━━ Input data

def _calibrate(observations, payoff, environment, *, free, densities, fixed, objective, phenotypes,
               start, starts, seed, bootstrap, posterior) -> Calibration:
    objective = choice(objective, "objective", OBJECTIVES)
    bounds_map, fixed_values, start_values = _check_parameters(payoff, free, fixed, start)
    if isinstance(starts, bool) or not isinstance(starts, (int, np.integer)) or starts < 1:
        raise InputError(f"`starts` must be an integer >= 1 (got {starts!r})")
    if isinstance(bootstrap, bool) or not isinstance(bootstrap, (int, np.integer)) or bootstrap < 0:
        raise InputError(f"`bootstrap` must be an integer >= 0 (got {bootstrap!r})")
    if isinstance(posterior, bool) or not isinstance(posterior, (int, np.integer)) or posterior < 0:
        raise InputError(f"`posterior` must be an integer >= 0 (got {posterior!r})")
    if not callable(environment) and not isinstance(environment, Environment):
        raise InputError(
            "`environment` must be an Environment or a callable density -> Environment "
            f"(got {type(environment).__name__})"
        )
    names = tuple(bounds_map)
    bounds = [bounds_map[name] for name in names]
    payoff_names = [name for name in names if name not in BETA_NAMES]
    initial = {name: start_values.get(name, 0.5 * sum(bounds_map[name])) for name in payoff_names}
    initial.update({k: v for k, v in fixed_values.items() if k not in BETA_NAMES})
    has_params = bool(initial)
    payoff_start = payoff(**initial) if has_params else payoff
    phenotype_names, data = _observations(observations, payoff_start, environment, densities, phenotypes)
    problem = _Problem(payoff, environment, data, names, fixed_values, objective, phenotypes,
                       has_params=has_params)

    # Fit from every start; keep the best.
    results = []
    for point in _starts(bounds, start_values, names, int(starts), seed):
        problem._starts = None
        results.append(_maximise(problem, point, bounds))
    theta, value = max(results, key=lambda tv: tv[1] if np.isfinite(tv[1]) else -np.inf)
    if not np.isfinite(value):
        raise InputError(
            "`observations` are impossible under the law at every start: an observed phenotype "
            "has probability zero (check the objective, bounds and phenotype order)"
        )
    theta, value = _polish(problem, theta, value, bounds)
    reached = sum(1 for _, v in results if np.isfinite(v) and value - v <= 1e-6 * max(1.0, abs(value)))

    # Wald standard errors and profiles.
    H = _hessian(problem, theta, bounds)
    try:
        covariance = np.linalg.inv(-H)
        se = np.sqrt(np.where(np.diag(covariance) > 0, np.diag(covariance), np.nan))
    except np.linalg.LinAlgError:
        se = np.full(theta.size, np.nan)
    for attempt in range(3):
        intervals, profiles, identifiable = {}, {}, {}
        improved = None
        for j, name in enumerate(names):
            (lo, hi), profile = _profile(problem, j, theta, value, bounds, se[j])
            if attempt < 2 and profile.drops.min() < -1e-9 * max(1.0, abs(value)):
                improved = profile.others[int(np.argmin(profile.drops))]
                break
            intervals[name] = (lo, hi)
            profiles[name] = profile
            identifiable[name] = bool(np.isfinite(lo) and np.isfinite(hi))
        if improved is None:
            break
        # A profile found a higher likelihood than the fit: refit from there, profile again
        # (the third pass keeps its profiles; the gradient check below then judges the fit).
        theta, value = _polish(problem, *_maximise(problem, improved, bounds), bounds)
    gradient = _projected_gradient(problem, theta, bounds)
    converged = gradient <= TOLERANCE
    status = "converged" if converged else "not-converged"
    message = (
        f"projected gradient {gradient:.2e} per cell (tolerance {TOLERANCE:g}); "
        f"{reached} of {len(results)} starts reached the optimum"
    )
    weak = [name for name in names if not identifiable[name]]
    if weak:
        warnings.warn(
            f"not identifiable from these data: {', '.join(weak)} (the profile likelihood does not "
            f"fall by {CUTOFF:.6f} within the bounds on both sides; beta and a common payoff scale "
            "enter the law only as a product)",
            stacklevel=3,  # the caller of calibrate()
        )

    # Goodness of fit and the verdict.
    k = len(names)
    l_sat, rows = _saturated(data)
    n = data.counts.shape[-1]
    df = rows * (n - 1) - k
    deviance = max(0.0, 2.0 * (l_sat - value))
    from scipy.stats import chi2

    p_value = float(chi2.sf(deviance, df)) if df > 0 else float("nan")
    alternative = _logit_alternative(problem)
    verdict = _verdict(objective, k, value, alternative, problem.cells)

    # Fractions, bands, law.
    _, fitted = problem.probabilities(theta)
    totals = data.counts.sum(axis=1) if data.kind == "states" else data.counts
    totals = totals if totals.ndim == 2 else totals[None]
    observed = totals / np.maximum(totals.sum(axis=1, keepdims=True), 1.0)
    inside = [p.others[p.drops <= CUTOFF * (1 + 1e-9)] for p in profiles.values()]
    envelope = np.stack([problem.probabilities(t)[1] for t in np.concatenate(inside)] + [fitted])
    band = np.stack([envelope.min(axis=0), envelope.max(axis=0)], axis=-1)

    boot_intervals, boot_estimates = None, None
    if bootstrap:
        boot_estimates, boot_fractions = _bootstrap(problem, theta, bounds, int(bootstrap), seed)
        boot_intervals = {name: (float(np.quantile(boot_estimates[:, j], 0.025)),
                                 float(np.quantile(boot_estimates[:, j], 0.975))) for j, name in enumerate(names)}
        band = np.stack([np.quantile(boot_fractions, 0.025, axis=0),
                         np.quantile(boot_fractions, 0.975, axis=0)], axis=-1)

    draws = None
    if posterior:
        from ._posterior import sample_posterior

        draws = sample_posterior(problem, theta, bounds, int(posterior), seed)

    beta, params = problem.split(theta)
    fitted_payoff = problem.payoff_at(params)
    law = None
    if data.densities is not None:
        grid = np.unique(data.densities)
        law = derive_law(fitted_payoff, environment, densities=grid, beta=beta, objective=objective,
                         phenotypes=phenotypes)

    return Calibration(
        estimates={name: float(t) for name, t in zip(names, theta)},
        intervals=intervals,
        identifiable=identifiable,
        standard_errors={name: float(s) for name, s in zip(names, se)},
        log_likelihood=float(value),
        aic=float(2 * k - 2 * value),
        bic=float(k * math.log(problem.cells) - 2 * value),
        deviance=float(deviance),
        deviance_df=int(df),
        deviance_p_value=p_value,
        saturated_log_likelihood=l_sat,
        alternative=alternative,
        verdict=verdict,
        law=law,
        profiles=profiles,
        densities=data.densities,
        phenotypes=tuple(phenotype_names),
        observed_fractions=observed,
        fitted_fractions=fitted,
        fraction_band=band,
        cells=int(round(problem.cells)),
        objective=objective,
        fixed=fixed_values,
        bounds=bounds_map,
        bootstrap_intervals=boot_intervals,
        bootstrap_estimates=boot_estimates,
        posterior=draws,
        converged=bool(converged),
        status=status,
        message=message,
        tolerance=TOLERANCE,
        starts=len(results),
        payoff=fitted_payoff,
        environment=environment,
    )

━━━━

What do the lines above say from the one containing "start_values.get(name, 0.5 *" down to the one containing "environment, densities, phenotypes)"? Return them exactly, both end lines included, and only them.

    initial = {name: start_values.get(name, 0.5 * sum(bounds_map[name])) for name in payoff_names}
    initial.update({k: v for k, v in fixed_values.items() if k not in BETA_NAMES})
    has_params = bool(initial)
    payoff_start = payoff(**initial) if has_params else payoff
    phenotype_names, data = _observations(observations, payoff_start, environment, densities, phenotypes)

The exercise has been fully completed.